# Separated 11 months



## StillhopefulCA

Hello, I’m looking for perspective and advice here. I originally posted this on another forum, but thought it might fit better here. 
My husband moved out 11 months ago. We have a 3 year old daughter, and he comes here several times a week to see her, so we end up spending a fair amount of time together. I’ve been getting mixed signals from him throughout, but every time I’ve brought up reconciliation, he says he wants a divorce. But he hasn’t filed. Things were tense in the beginning of the separation and every time we argued he’d say he wanted a divorce. I decided to be patient, and to get therapy and really “clean up my side of the street” as I very much want to stay married to him. Things seemed to have plateaued recently; we have been getting along well, even chatting/joking and generally enjoying each other’s company. Then yesterday he texted me that he wants to move forward with the divorce. I guess I shouldn’t be surprised, I just felt like things were moving in such a positive direction. I can’t help but feel he wants me to do something or I’m being tested somehow, but maybe I’m fooling myself. Does anyone have any advice, or
Has found themselves in a similar situation? I’m really hoping to reconcile with my husband if at all possible


----------



## StillhopefulCA

I’m trying to decide if I should just try to keep stalling for time, or if I should make a last ditch appeal to him to try in just some tiny way, like a mini date or a counseling session or something?

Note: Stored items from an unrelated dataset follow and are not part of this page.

@compiled
def fill(x, c, m, cycle, steps, base, axis, edges, counts):
    """Count the next samples of an orbit that repeats exactly after a cycle, without running them."""
    LOAD_ORBIT
    whole = steps // cycle
    more = steps % cycle
    for n in range(min(cycle, steps)):
        STEP 0
        counts[base[m] + cell_of(UP, axis, edges)] += np.uint32(whole + (1 if n < more else 0))


@compiled
def growth(x, c, m, cycle):
    """Return the size of the multiplier of the exact cycle that an orbit is on."""
    LOAD_ORBIT
    product = 1.0
    for n in range(cycle):
        product *= SLOPE
        STEP 0
    return abs(product)


@compiled
def on_cycle(x, c, start, m, cycle):
    """Return whether an orbit's initial condition is itself a point of the exact cycle it is on."""
    LOAD_ORBIT
    for n in range(cycle):
        same = True
        for k in range(NX):
            same = same and STATE[k] == start[k, m]
        if same:
            return True
        STEP 0
    return False


@compiled
def distance_left(x, c, m, period, size, relative):
    """Estimate how far an orbit still is from the cycle it approaches; -1 where it approaches none.

    With the gaps d1, d2, d3 between states one period apart and their ratio r it is 4 d1 r / (1 - r); on a
    logarithmic axis it is divided by the state.
    """
    LOAD_ORBIT
    gaps = np.empty(3)
    for turn in range(3):
        before = np.array(STATE)
        for n in range(period):
            STEP 0
        gaps[turn] = 0.0
        for k in range(NX):
            gaps[turn] = max(gaps[turn], abs(STATE[k] - before[k]))
    if gaps[0] <= 1e-15 * size:
        return 0.0
    ratio = max(gaps[1] / gaps[0], gaps[2] / gaps[1] if gaps[1] > 0.0 else 0.0)
    if not ratio < 1.0:
        return -1.0
    left = 4.0 * gaps[0] * ratio / (1.0 - ratio)
    return left / abs(UP) if relative else left
'''

DECIDE = '''
@compiled
def settle(x, c, start, order, seen, rules, axis, edges, base, counts, outcome, on_repelling):
    """Decide after a transient about the orbits of order; seen is what returns() wrote.

    outcome[m] becomes READY for sampling, AGAIN (collapsed), FILLED (and counted) or SLOW (to be run on);
    an orbit that is GONE stays so.
    """
    repeat, period, gap, size = seen
    samples, half_cell, relative = rules
    for m in order:
        if outcome[m] == GONE:
            continue
        outcome[m] = READY
        reach = size[m]
        for k in range(NX):
            reach = max(reach, abs(start[k, m]))
        if repeat[m] > 0:
            repelling = growth(x, c, m, repeat[m]) > 1.0 + 1e-6
            if repelling and not on_cycle(x, c, start, m, repeat[m]):
                outcome[m] = AGAIN
            else:
                on_repelling[0] += 1 if repelling else 0
                fill(x, c, m, repeat[m], samples, base, axis, edges, counts)
                outcome[m] = FILLED
        elif period[m] > 0 and gap[m] < reach / 1024.0:
            if distance_left(x, c, m, period[m], size[m], relative) > half_cell:
                outcome[m] = SLOW
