"""The compiled map: a family's formulas as straight-line source, one step of one orbit a call."""

from __future__ import annotations

import hashlib
import importlib.util
import os
import sys
import tempfile
import threading
from collections.abc import Mapping
from dataclasses import dataclass
from functools import cache
from pathlib import Path
from types import ModuleType

from numba import __version__ as numba_version

import atlas.arithmetic.functions as functions
from atlas.arithmetic.float64 import POLYNOMIALS, StraightLine, hoist
from atlas.errors import FormulaRefused
from atlas.families.reader import Family
from atlas.formula.tree import Node, free_names
from atlas.orbits.volumes import carried, compounds, lengths
from tiles.number import Exact

_LOADING = threading.Lock()
HEADER = f"""\
import numpy as np
from numba import njit
from atlas.arithmetic.functions import bits_of, float_from, {", ".join(POLYNOMIALS)}

inlined = njit(inline="always", error_model="numpy")
compiled = njit(nogil=True, error_model="numpy", cache=True)


@inlined
def around(difference, width):
    d = abs(difference)
    other = width - d
    return d if d < other else other


@inlined
def exponent_of(x):
    return float(((bits_of(x) >> 52) & 2047) - 1023)


@inlined
def two_to(exponent):
    return float_from((int(exponent) + 1023) << 52)
"""


@dataclass(frozen=True)
class StepSource:
    """Source of the functions of a family that kernels call.

    Attributes
    ----------
    text : str
        ``step(x0…, c0…)`` returns the next state, ``slope(x0…, c0…)`` the Jacobian row by row,
        ``carry(x0…, v0…, c0…)`` the next state and what becomes of the vectors that the compound matrices of
        the Jacobian map (see `atlas.orbits.volumes`), ``minors(x0…, c0…)`` the entries of those matrices,
        ``lift(x0…, c0…)`` the next state before periodic variables are wrapped, ``drawn0``, ``drawn1`` the
        drawn observables, and ``coefficients(parameters, out)`` fills what depends on parameters alone, once
        per parameter value.
    states, coefficients : int
        How many state variables and coefficients there are.
    slow_calls : int
        Calls of polynomial functions in a step.
    drawn : tuple of str
        Expressions of what the axes show: ``x0``, or a call of ``drawn0``.
    widths : tuple of float
        Length of the interval of each periodic state variable; 0 for the others.
    word : tuple of int
        Number of the set of coefficients that holds at each time, repeating.
    letters : tuple of mapping of str to str or Exact
        What the patterns are in each of these sets.
    """

    text: str
    states: int
    coefficients: int
    slow_calls: int
    drawn: tuple[str, ...]
    widths: tuple[float, ...]
    word: tuple[int, ...]
    letters: tuple[Mapping[str, str | Exact], ...]

    @property
    def state_names(self) -> list[str]:
        """Identifiers of the state variables: ``x0``, ``x1`` …"""
        return [f"x{k}" for k in range(self.states)]

    @property
    def coefficient_names(self) -> list[str]:
        """Identifiers of the coefficients: ``c0``, ``c1`` …"""
        return [f"c{k}" for k in range(self.coefficients)]

    @property
    def vector_names(self) -> list[str]:
        """Identifiers of the components of the vectors that compound matrices carry: ``v0``, ``v1`` …"""
        return [f"v{k}" for k in range(sum(lengths(self.states)))]

    @property
    def rows(self) -> int:
        """Rows of the array of coefficients of all letters; at least 1."""
        return max(self.coefficients, 1) * len(self.letters)


@cache
def step_source(family: Family, drawn: tuple[str, ...] = ()) -> StepSource:
    """Write the source of a family's step, of its derivatives and of its coefficients.

    Parameters
    ----------
    family : Family
    drawn : tuple of str
        State variables and observables that the axes show.

    Returns
    -------
    StepSource

    Raises
    ------
    FormulaRefused
        When the step has no derivative.
    """
    states = list(family.state_names)
    steps, lifted = list(family.wrapped_step()), list(family.inlined_step())
    try:
        matrices = compounds(family.jacobian())
    except FormulaRefused as problem:
        raise FormulaRefused(f"families.{family.name}.step: {problem}") from None
    vectors = [f"vector {k}" for k in range(sum(lengths(len(states))))]
    minors = [entry for matrix in matrices for row in matrix for entry in row]
    observed = [name for name in drawn if name not in states]
    parts = {
        "step": steps,
        "slope": minors[: len(states) ** 2],
        "carry": steps + carried(matrices, vectors),
        "minors": minors,
        "lift": lifted,
        **{f"drawn{k}": [family.inlined_observable(name)] for k, name in enumerate(observed)},
    }
    trees, constants = hoist([tree for part in parts.values() for tree in part], [*states, *vectors])
    numbers = {f"coefficient {k}": f"c{k}" for k in range(len(constants))}
    variables = {name: f"x{k}" for k, name in enumerate(states)}
    carrying = {name: f"v{k}" for k, name in enumerate(vectors)}
    texts, slow = [], {}
    for name, part in parts.items():
        names = variables | (carrying if name == "carry" else {}) | numbers
        text, slow[name] = _function(name, ", ".join(names.values()), trees[: len(part)], names)
        trees = trees[len(part) :]
        texts.append(text)
    call = ", ".join([*variables.values(), *numbers.values()])
    expressions = [
        variables[name] if name in variables else f"drawn{observed.index(name)}({call})" for name in drawn
    ]
    letters, word = _letters(family)
    return StepSource(
        "\n\n".join([*texts, _coefficients(family, constants)]),
        len(states),
        len(constants),
        slow["step"],
        tuple(expressions),
        tuple(float(state.wrap[1]) - float(state.wrap[0]) if state.wrap else 0.0 for state in family.states),
        word,
        letters,
    )


def _letters(family: Family) -> tuple[tuple[Mapping[str, str | Exact], ...], tuple[int, ...]]:
    """Return the different settings of all patterns, and which of them holds at each time."""
    found: list[Mapping[str, str | Exact]] = []
    word = []
    for setting in family.word():
        if setting not in found:
            found.append(setting)
        word.append(found.index(setting))
    return tuple(found), tuple(word)


def _function(name: str, arguments: str, trees: list[Node], names: dict[str, str]) -> tuple[str, int]:
    body = StraightLine(names)
    results = [body.value(tree) for tree in trees]
    lines = [f"    {line}" for line in body.lines]
    head = f"@inlined\ndef {name}({arguments}):"
    return "\n".join([head, *lines, f"    return {', '.join(results)}"]), body.slow_calls


def _coefficients(family: Family, constants: list[Node]) -> str:
    names = {name: f"p{k}" for k, name in enumerate(parameter_rows(family))}
    body = StraightLine(names)
    used = sorted({name for tree in constants for name in free_names(tree)}, key=list(names).index)
    loads = [f"{names[name]} = parameters[{list(names).index(name)}, m]" for name in used]
    results = [body.value(tree) for tree in constants]
    stores = [f"out[{k}, m] = {result}" for k, result in enumerate(results)]
    lines = [f"        {line}" for line in [*loads, *body.lines, *stores]] or ["        pass"]
    head = "@compiled\ndef coefficients(parameters, out):\n    for m in range(parameters.shape[1]):"
    return "\n".join([head, *lines])


def parameter_rows(family: Family) -> list[str]:
    """Return the names of the rows that ``coefficients`` takes: plain parameters, then patterns."""
    return [*family.parameter_names, *(pattern.name for pattern in family.patterns)]


def cache_folder() -> Path:
    """Return the folder where compiled maps are kept.

    It is the folder that the environment variable ``ATLAS_CACHE`` names, else ``iterated-map-atlas`` under
    ``$XDG_CACHE_HOME`` (``~/.cache`` by default), else, where that cannot be written, a new temporary folder.
    """
    named = os.environ.get("ATLAS_CACHE")
    base = Path(os.environ.get("XDG_CACHE_HOME") or Path.home() / ".cache")
    folder = Path(named) if named else base / "iterated-map-atlas"
    try:
        folder.mkdir(parents=True, exist_ok=True)
        with tempfile.TemporaryFile(dir=folder):
            return folder
    except OSError:
        return Path(tempfile.mkdtemp(prefix="iterated-map-atlas-"))


def load_module(text: str) -> ModuleType:
    """Import generated source as a module from the cache folder, where its machine code is kept too.

    Parameters
    ----------
    text : str
        Source that uses the names of :data:`HEADER`.

    Returns
    -------
    module
    """
    stamp = Path(functions.__file__).read_text() + numba_version
    digest = hashlib.blake2b("\0".join((HEADER, text, stamp)).encode(), digest_size=12).hexdigest()
    name = f"atlas_map_{digest}"
    with _LOADING:  # a module that another thread still executes lacks functions
        if name in sys.modules:
            return sys.modules[name]
        path = cache_folder() / f"{name}.py"
        if not path.exists():
            with tempfile.NamedTemporaryFile("w", dir=path.parent, suffix=".part", delete=False) as part:
                part.write(f"{HEADER}\n\n{text}\n")
            os.replace(part.name, path)
        spec = importlib.util.spec_from_file_location(name, path)
        if spec is None or spec.loader is None:
            raise ImportError(f"cannot import {path}")
        module = importlib.util.module_from_spec(spec)
        sys.modules[name] = module
        try:
            spec.loader.exec_module(module)
        except BaseException:
            del sys.modules[name]
            raise
        return module
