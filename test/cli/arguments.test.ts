import { describe, expect, test } from 'vitest'
import * as read from '../../src/cli/arguments.js'

const refusal = (parse: () => unknown): string => {
  try {
    return `took it: ${JSON.stringify(parse())}`
  } catch (error) {
    return (error as Error).message
  }
}

describe('what an option takes', () => {
  test.each<[string, (text: string) => unknown, string, unknown]>([
    ['--confidence', read.confidence, '0.95', 0.95],
    ['--confidence', read.confidence, '95%', 0.95],
    ['--confidence', read.confidence, '19/20', 0.95],
    ['--tolerance', read.tolerance, '2%', { kind: 'relative', value: 0.02 }],
    ['--tolerance', read.tolerance, '2 %', { kind: 'relative', value: 0.02 }],
    ['--tolerance', read.tolerance, '0.5', { kind: 'absolute', value: 0.5 }],
    ['--warm-up', read.warmUp, 'auto', 'auto'],
    ['--warm-up', read.warmUp, 'mser', 'mser'],
    ['--warm-up', read.warmUp, '0', 0],
    ['--run-length', read.runLength, '5e6', 5e6],
    ['--replications', read.replications, '32', 32],
    ['--workers', read.workers, '1', 1],
    ['--max-states', read.maxStates, '5e6', 5_000_000],
    ['--max-memory', read.memory, '4GB', 4e9],
    ['--max-memory', read.memory, '512 MiB', 512 * 2 ** 20],
    ['--time-limit', read.duration, '10min', 600],
    ['--time-limit', read.duration, '1.5h', 5400],
    ['--time-limit', read.duration, '90s', 90],
    ['--seed', read.seed, 'night shift 7', 'night shift 7'],
  ])('%s reads %s', (_option, parse, text, value) => expect(parse(text)).toEqual(value))
})

describe('what an option refuses, and what it says is allowed', () => {
  test.each<[string, (text: string) => unknown, string, string]>([
    ['--confidence', read.confidence, '95', 'It lies between 0 and 1. Did you mean 95%?'],
    ['--confidence', read.confidence, '1', 'It lies between 0 and 1: 0.95 or 95%.'],
    ['--confidence', read.confidence, '0', 'It lies between 0 and 1: 0.95 or 95%.'],
    ['--confidence', read.confidence, 'high', 'A share between 0 and 1: 0.95 or 95%.'],
    [
      '--tolerance',
      read.tolerance,
      '0',
      'Write 2% (of the exact value), or a number above 0 in the unit of the measures.',
    ],
    [
      '--tolerance',
      read.tolerance,
      '-1%',
      'Write 2% (of the exact value), or a number above 0 in the unit of the measures.',
    ],
    ['--warm-up', read.warmUp, '-1', 'A number of time units of 0 or more, or one of auto, mser.'],
    ['--warm-up', read.warmUp, 'geweke', 'A number of time units of 0 or more, or one of auto, mser.'],
    ['--run-length', read.runLength, '-3', 'A number of time units above 0.'],
    ['--run-length', read.runLength, '1e999', 'A number of time units above 0.'],
    ['--run-length', read.runLength, '10%', 'A number of time units above 0.'],
    ['--workers', read.workers, '0', 'The number of threads: a whole number from 1 to 1,024.'],
    ['--workers', read.workers, '2.5', 'The number of threads: a whole number from 1 to 1,024.'],
    ['--replications', read.replications, '', 'The number of runs: a whole number from 1 to 1,000,000.'],
    ['--max-memory', read.memory, '4', 'A size with its unit: 4GB, 512MB, 2GiB.'],
    ['--max-memory', read.memory, '0GB', 'A size with its unit: 4GB, 512MB, 2GiB.'],
    ['--time-limit', read.duration, '10', 'A time with its unit: 90s, 10min, 2h (up to 596h).'],
    ['--time-limit', read.duration, '1000h', 'A time with its unit: 90s, 10min, 2h (up to 596h).'],
    ['--seed', read.seed, ' ', 'A phrase of at least one character.'],
  ])('%s %s', (_option, parse, text, message) => expect(refusal(() => parse(text))).toBe(message))
})

describe('--set', () => {
  test('gathers constants, blanks around them aside', () => {
    const first = read.setConstant('doors = 30', undefined)
    expect([...read.setConstant('mean=1/3', first)]).toEqual([
      ['doors', '30'],
      ['mean', '1/3'],
    ])
  })
  test.each(['doors', 'doors=', '=30', ''])('%j is no assignment', (text) =>
    expect(refusal(() => read.setConstant(text, undefined))).toBe('Write it as name=value: --set doors=30.'),
  )
  test('a constant that is set twice is refused', () =>
    expect(refusal(() => read.setConstant('doors=4', new Map([['doors', '3']])))).toBe('"doors" is set twice.'))
})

Or will that just push him always and ruin all the progress I’ve made?


----------



## Spicy

What are the reasons the marriage is failing?
What are his complaints about you?
How long has he been unhappy?
What changes did you make during this separation?


----------



## StillhopefulCA

I detailed it in my other post, but the short version is that we were fighting a lot and stuck in a bad cycle. He was unhappy for a couple years. His main complaints about me are that I was controlling and overly critical, and that I yelled and said mean things when I lost my temper when we fought. 
I have been in therapy, working hard to identify why I act the way I do, what my triggers are and better ways to deal with them.


----------



## 3Xnocharm

StillhopefulCA said:


> I’m trying to decide if I should just try to keep stalling for time, or if I should make a last ditch appeal to him to try in just some tiny way, like a mini date or a counseling session or something? Or will that just push him always and ruin all the progress I’ve made?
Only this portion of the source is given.